# Getting a 403 when attempting to set up gitweb [Solved]

## Ma3oxuct

I would not be asking for help here if I did not exhaust the info availible on google.

1) I have my git repository that gitweb is supposed to connect to in "/home/andrey/thesis/.git"

2) I have a symlink to my project in "/var/www/localhost/htdocs/thesis" i.e. in such a way that anyone can see my work by going to: "http://afalko.homelinux.net/thesis/"

3) I edited the /var/www/localhost/htdocs/gitweb/gitweb.cgi file to have: my $projectroot = "/home/andrey/thesis/source" instead of my $projectroot ="/var/git"

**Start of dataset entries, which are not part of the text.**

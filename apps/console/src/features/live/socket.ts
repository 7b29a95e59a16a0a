import type { ClientToServerEvents, ServerToClientEvents } from '@vatside/contracts/realtime';
import { io, type Socket } from 'socket.io-client';

export type LiveSocket = Socket<ServerToClientEvents, ClientToServerEvents>;

/** How long the board waits for the server's answer before counting a request as lost. */
export const ackTimeoutMs = 8_000;

/**
 * A socket to the console's own origin, where the host's session cookie rides along. It
 * reconnects by itself after a drop, with socket.io-client's backoff.
 */
export function openHostSocket(): LiveSocket {
  return io({ autoConnect: false, withCredentials: true });
}
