def _positions_loop(kind: np.ndarray, split: bool, height: int) -> tuple[np.ndarray, np.ndarray, np.ndarray]:
    """Frame, line and column of every pixel event, one event at a time (frames split on height and on F)."""
    frame = line = col = lines_in_frame = 0
    frame_has = line_has = False
    out: list[tuple[int, int, int]] = []
    for k in kind.tolist():
        if k == 80:  # P
            out.append((frame, line, col))
            col += 1
            frame_has = line_has = True
        elif k == 76:  # L
            if line_has:
                line += 1
                lines_in_frame += 1
                if split and lines_in_frame >= height:
                    frame += 1
                    line = lines_in_frame = 0
                    frame_has = False
            col = 0
            line_has = False
        elif k == 70:  # F
            if frame_has:
                frame += 1
            line = col = lines_in_frame = 0
            frame_has = line_has = False
    arr = np.array(out, np.int64).reshape(-1, 3)
    return arr[:, 0].copy(), arr[:, 1].copy(), arr[:, 2].copy()


def _wait_while(running: Running, path: Path | None = None) -> None:
    """Wait while ``running`` says the simulator runs (and, with ``path``, only until that file has a header)."""
    while running():
        if path is not None and path.is_file() and path.stat().st_size >= _BINARY_HEADER_BYTES:
            return
        time.sleep(_FOLLOW_POLL_S)


def _parse_file(path: Path, running: Running | None = None, capacity: int | None = None, keep: bool = False,
                **kwargs: Any) -> Capture:
    """Parse a harness capture file in either format (told apart by the header); with ``running``, a binary
    file is read while the simulator writes it, a text file once it is done."""
    if running is not None:
        _wait_while(running, path)
    if path.is_dir():
        raise ConfigError(f"capture file {str(path)!r} is a directory; give the capture.bin or capture.txt file in it")
    if not path.is_file():
        raise DutError(f"capture file {str(path)!r} does not exist: the simulation did not start the harness; "
                       "see the simulator log")
    with open(path, "rb") as fh:
        head = fh.read(len(TEXT_HEADER))
    if is_binary_capture(head):
        return _parse_binary_file(path, running=running, capacity=capacity, keep=keep, **kwargs)
    if not is_text_capture(head):
        raise _not_a_capture(path)
    if running is not None:
        _wait_while(running)
    return parse_capture_text(path.read_text(errors="replace"), **kwargs)


def input_meta(case: SimCase, stim: StimulusFiles | None = None) -> RunFacts:
    """The input-side run facts of ``case`` (frames_sent, first_input_clock, stall_pixels, syncs)."""
    if stim is None:
        with tempfile.TemporaryDirectory(prefix="vkit_meta_") as tmp:
            stim = write_stimulus(case, tmp)
    known = dict(stim.input_meta)
    known.pop("first_gap_clocks", None)
    facts = RunFacts.from_dict(known)
    facts.family = case.family
    if case.simulator:
        facts.simulator = case.simulator
    if stim.timeout:
        facts.timeout_clocks = int(stim.timeout)
    return facts
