class PassiveScoreboard:
    """Pairs observed input and output frames, runs the model on each input frame and scores the pair.

    Args:
        spec: the pipeline spec the design implements.
        family: "video" or "stream".
        bus: the input bus's layout (:class:`~vkit.video.bus.BusLayout`: pixel format, component order,
            pixels a clock, lane order), or a pixel format name for one pixel a clock.
        options: :class:`PassiveOptions`.
    """

    def __init__(self, spec: PipelineSpec, family: str, bus: BusLayout | str, options: PassiveOptions | None = None) -> None:
        self.spec = spec
        self.family = family
        self.bus = BusLayout.of(bus)
        self.pixel_format = self.bus.pixel_format
        self.options = options or PassiveOptions()
        self._polarity = {side: self.options.side_polarity(side) for side in ("in", "out")}
        self.inputs = FrameRebuilder(family, output=False)
        self._heights: dict[int, int] = {}
        """Lines of each input frame not yet paired: where an output without vsync ends its frames."""
        self.outputs = FrameRebuilder(family, output=True, lines_per_frame=self._heights.get)
        self._in: list[FramePixels] = []
        self._out: list[FramePixels] = []
        self._t = _Totals()
        self._last_shape: tuple[int, int] | None = None
        self._opening = _Opening()
        self._enables: list[tuple[int, np.ndarray]] | None = []
        """The input clock enable of every clock until the first frame is scored (its latency in samples)."""
        self._declared: tuple[int | None, int | None] = (None, None)
        """The declared latency checked on the first frame: (clocks, samples)."""
        self.problems: list[str] = []
        """One line per frame that could not be scored (an input frame with ragged lines, a run that ended
        mid-frame)."""

    # -- feeding --------------------------------------------------------------------------------------

    def feed(self, inputs: Levels, outputs: Levels) -> list[FrameScore]:
        """Take the next chunk of input and output levels (the same clocks); the frames it completed, scored."""
        inputs = inputs.asserted(self._polarity["in"])
        if self._enables is not None and "enable" in inputs.roles:
            self._enables.append((inputs.first_clock, inputs.roles["enable"] == 1))
        closed = self.inputs.feed(inputs)
        self._in.extend(closed)
        for frame in closed:
            self._heights[frame.index] = len(frame.line_lengths)
        for old in [k for k in self._heights if k < self.outputs.frames_out - 1]:
            del self._heights[old]
        self._out.extend(self.outputs.feed(outputs.asserted(self._polarity["out"])))
        return self._pair()

    def finish(self) -> list[FrameScore]:
        """The run ended: score what is complete of the frames still open; name the rest in :attr:`problems`."""
        for rebuilder, queue in ((self.inputs, self._in), (self.outputs, self._out)):
            last = rebuilder.finish()
            if last is not None:
                queue.append(last)
        done = self._pair(final=True)
        if self._in:
            frame = self._in[0]
            self.problems.append(f"input frame {frame.index}: the run ended before it was complete "
                                 f"({len(frame.line_lengths)} line(s) in, {len(self._in)} frame(s) not scored)")
        elif self._t.frames == 0 and not self.problems:
            self.problems.append("no complete input frame was seen; check the input signal paths, the clock and "
                                 "the reset polarity")
        return done

    @staticmethod
    def _ended_whole(frame: FramePixels, height: int | None) -> bool:
        """A frame still open when the run ended is whole when its last line ended and it has ``height`` lines."""
        return bool(frame.closed or (height and frame.line_ended and len(frame.line_lengths) >= height))

    def _pair(self, final: bool = False) -> list[FrameScore]:
        """Score every input frame whose output frame is complete (at the end: whatever is whole)."""
        done: list[FrameScore] = []
        while self._in:
            frame = self._in[0]
            out = self._out[0] if self._out else None
            height = frame.shape[0] if frame.shape else None
            if not final:
                dead = out is None and self.outputs.frames_out == 0 and len(self._in) > _MAX_PENDING
                if not (frame.closed and ((out is not None and out.closed) or dead)):
                    break
            else:
                # a last input frame nothing closed: whole when its output came out with as many lines
                lines_out = len(out.line_lengths) if out is not None and self._ended_whole(out, height) else None
                if not frame.closed and not (frame.line_ended and (lines_out == len(frame.line_lengths) or
                                                                   (out is None and self.outputs.frames_out == 0))):
                    break
                if out is None and self.outputs.frames_out > 0:
                    break  # the run ended before this frame's output: named by finish()
                if out is not None and not self._ended_whole(out, height):
                    self.problems.append(f"output frame {out.index}: the run ended mid-frame "
                                         f"({len(out.line_lengths)} line(s) out); it is not scored")
                    del self._in[0], self._out[0]
                    continue
            del self._in[0]
            if out is not None:
                del self._out[0]
            scored = self._score(frame, out)
            if scored is not None:
                done.append(scored)
        return done

    # -- scoring --------------------------------------------------------------------------------------

    def _facts(self, frame: FramePixels, out: FramePixels | None) -> RunFacts:
        """The run facts of one frame, as a driven run records them for its frames: first clocks, stalls,
        sync leading edges and counts, X/Z controls, data-enable in blanking."""
        lanes = self.bus.lanes
        facts = RunFacts(family=self.family, frames_sent=1, first_input_clock=int(frame.clocks[0]),
                         pixels_per_clock=lanes if lanes > 1 else None, out_data_bits=self.options.out_data_bits)
        facts.stall_pixels = [[0, y, x * lanes] for y, x in frame.held]
        if self.family == "video":
            facts.update(_sync_facts("input", frame))
        if out is not None:
            facts.first_output_clock = int(out.clocks[0])
            facts.latency_clocks = facts.first_output_clock - facts.first_input_clock
            facts.latency_samples = self._samples_between(facts.first_input_clock, facts.first_output_clock)
            facts.backpressure_pixels = [[0, y, x] for y, x in out.held]
            facts.xz_control = [list(e) for e in out.events.get("xz_control", [])]
            facts.de_in_blanking = list(out.events.get("de_in_blanking", []))
            if self.family == "video":
                facts.update(_sync_facts("output", out))
            if frame.shape != self._last_shape:
                # hsync counts per vsync period are compared from the second frame of one size on: after a size
                # change (or at the start of a run watched from any point, maybe inside vertical blanking) a
                # design's sync delays settle, and an hsync pulse near the vsync edge may fall on either side
                facts.input_hsync_per_frame = facts.output_hsync_per_frame = None
            facts.notes.append("passive: input frames rebuilt from the observed input interface")
        return facts

    def _score(self, frame: FramePixels, out: FramePixels | None) -> FrameScore | None:
        """Score one input frame against its output frame (None: nothing came out)."""
        try:
            image = frame.image(self.bus)
        except ConfigError as exc:
            self.problems.append(str(exc))
            self._enables = None  # no first frame to measure: the enable is not kept on
            return None
        expected = run_model(self.spec, image)
        facts = self._facts(frame, out)
        self._last_shape = frame.shape
        empty = FramePixels(0, *(np.zeros(0, np.int64) for _ in range(4)), closed=True, line_ended=True)
        bits = self.options.out_data_bits
        capture = (out or empty).pixels(self.bus, bits, facts) if bits else (out or empty).capture(facts)
        o = self.options
        if frame.index == 0:
            self._declared = self._declared_latency(frame, out, image.shape[:2])
            self._enables = None  # the first frame's latency is measured: the enable is no longer kept
        clocks, samples = self._declared if frame.index == 0 else (None, None)
        verdict = score([expected], capture, tolerance_lsb=o.tolerance_lsb, align=o.align, max_listed=o.max_listed,
                        spec=self.spec, images=[image], declared_latency_clocks=clocks, declared_latency_samples=samples)
        broken: list[Finding] = []
        if o.timing is not None and self.family == "video":
            broken = _against_timing(o.timing, frame, out, frame.index == 0)
            verdict = _with_timing_findings(verdict, broken)
        result = FrameScore(frame.index, image.shape[:2], _renumbered(verdict, frame.index), image, expected)
        self._keep_opening(frame.index, image, expected, capture, facts, out is not None)
        if frame.index < len(self._opening.images):
            self._opening.broken.extend(Finding(f.kind, _renumber(f.message, frame.index), f.evidence, f.confidence)
                                        for f in broken)
        self._add(result)
        if self._t.first_failing is None and frame.index + 1 >= self.options.keep_failing:
            self._opening = _Opening(released=True)  # no failure among the first frames: their arrays go
        return result

    def _samples_between(self, first: int, last: int) -> int | None:
        """Enabled input clocks in ``[first, last)`` (:func:`~vkit.video.words.samples_between`): every clock
        without a clock enable; None with one once the first frame is scored (its enable is no longer kept)."""
        if self._enables is None:
            return None
        if not self._enables:
            return samples_between(None, first, last)
        base = self._enables[0][0]
        enable = np.concatenate([e for _, e in self._enables])
        return samples_between(enable, first - base, last - base)

    def _declared_latency(self, frame: FramePixels, out: FramePixels | None,
                          shape: tuple[int, ...]) -> tuple[int | None, int | None]:
        """The latency the design declares for the first frame, ``(clocks, samples)``, as the driven run takes it
        for its case: only on a steady frame, in clocks only where every input clock was enabled."""
        declared = self.options.declared_latency
        if declared is None or out is None:
            return None, None
        # a stream source idles before a frame's first beat; that wait is no stall (common practice, no source)
        stalls = [h for h in frame.held if not (self.family == "stream" and h == [0, 0])]
        first, last = int(frame.clocks[0]), int(out.clocks[0])
        every = self._samples_between(first, last) == last - first
        seen = FirstFrame(width=int(shape[1]), height=int(shape[0]), steady=not stalls and not out.held,
                          every_clock=every)
        clocks, samples = declared(seen)
        return (clocks if every else None), samples

    def _keep_opening(self, index: int, image: np.ndarray, expected: ModelResult, capture: Capture, facts: RunFacts,
                      has_output: bool) -> None:
        """Keep the run's first frames whole (``keep_failing`` at most, numbered from 0 without a gap)."""
        o = self._opening
        if o.released or index != len(o.images) or len(o.images) >= self.options.keep_failing or not has_output:
            return
        o.images.append(image)
        o.expected.append(expected)
        o.captures.append(capture)
        o.facts.append(facts)

    def _opening_verdict(self) -> Verdict | None:
        """The first frames scored together as one run, when they hold the first failing frame (else None)."""
        o, at = self._opening, self._t.first_failing_index
        if at is None or at >= len(o.images):
            return None
        if o.verdict is None:
            capture = _joint_capture(o.captures, _joint_facts(o.facts))
            opt = self.options
            o.verdict = _with_timing_findings(
                score(o.expected, capture, tolerance_lsb=opt.tolerance_lsb, align=opt.align, max_listed=opt.max_listed,
                      spec=self.spec, images=o.images, declared_latency_clocks=self._declared[0],
                      declared_latency_samples=self._declared[1]), o.broken)
        return o.verdict

    def _add(self, fs: FrameScore) -> None:
        t, v = self._t, fs.verdict
        t.frames += 1
        t.first = t.first or v
        for key in _SUMMED:
            t.counts[key] = t.counts.get(key, 0) + int(getattr(v, key))
        t.max_abs_error = max(t.max_abs_error, v.max_abs_error)
        t.per_frame.extend(v.per_frame)
        if v.passed:
            return
        t.failing += 1
        if t.first_failing is None:
            t.first_failing, t.first_failing_index = v, fs.index
        room = self.options.max_listed - len(t.first_mismatches)
        t.first_mismatches.extend(v.first_mismatches[:max(0, room)])
        t.timing_errors.extend(v.timing_errors[:max(0, self.options.max_listed - len(t.timing_errors))])
        if len(t.scores) < self.options.keep_failing:
            t.scores.append(fs)

    # -- the run ----------------------------------------------------------------------------------------

    @property
    def frames_scored(self) -> int:
        """Frames scored so far."""
        return self._t.frames

    @property
    def frames_failing(self) -> int:
        """Frames that failed so far."""
        return self._t.failing

    @property
    def kept(self) -> list[FrameScore]:
        """The failing frames kept with their arrays (the first ``keep_failing``)."""
        return list(self._t.scores)

    def summary(self) -> str:
        """One line: frames scored, failing, and the first failure's diagnosis."""
        t = self._t
        text = f"{t.frames} frame(s) scored, {t.failing} failing"
        if t.first_failing is not None and t.first_failing.diagnosis is not None:
            d = t.first_failing.diagnosis
            text += f"; first failure: {d.kind}: {d.message}"
        return text

    def verdict(self) -> Verdict:
        """The run's verdict over every frame scored: counts added up, the first failing frame's diagnosis."""
        t = self._t
        if t.frames == 0:
            reason = "; ".join(self.problems) or "no frame was complete on both sides"
            return Verdict(passed=False, status="error", timing_errors=[f"nothing was scored: {reason}"],
                           findings=[Finding("timing", f"nothing was scored: {reason}", {}, 1.0)])
        head = self._opening_verdict() or t.first_failing or t.first
        assert head is not None and t.first is not None
        failing = t.first_failing is not None
        return replace(
            head, passed=not failing, status=head.status if failing else "pass", frames_checked=t.frames,
            frames_expected=t.frames, max_abs_error=t.max_abs_error, first_mismatches=list(t.first_mismatches),
            timing_errors=list(t.timing_errors), per_frame=list(t.per_frame),
            frames=[fr for s in t.scores for fr in s.verdict.frames], latency_clocks=t.first.latency_clocks,
            **t.counts,
        )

4) I created a .htaccess file in /var/www/localhost/htdocs/gitweb/ with the following line: DirectoryIndex gitweb.cgi

5) I created an index folder (in the git dir above) with index.aux inside with the following line: ".git Andrey+Falko"

6) In the same folder I created an optional index.html file with just the text: "Welcome to Andrey Falko's git repository which tracks his development of Vestigium, a package manager,

in addition to the writing of the corresponding thesis project."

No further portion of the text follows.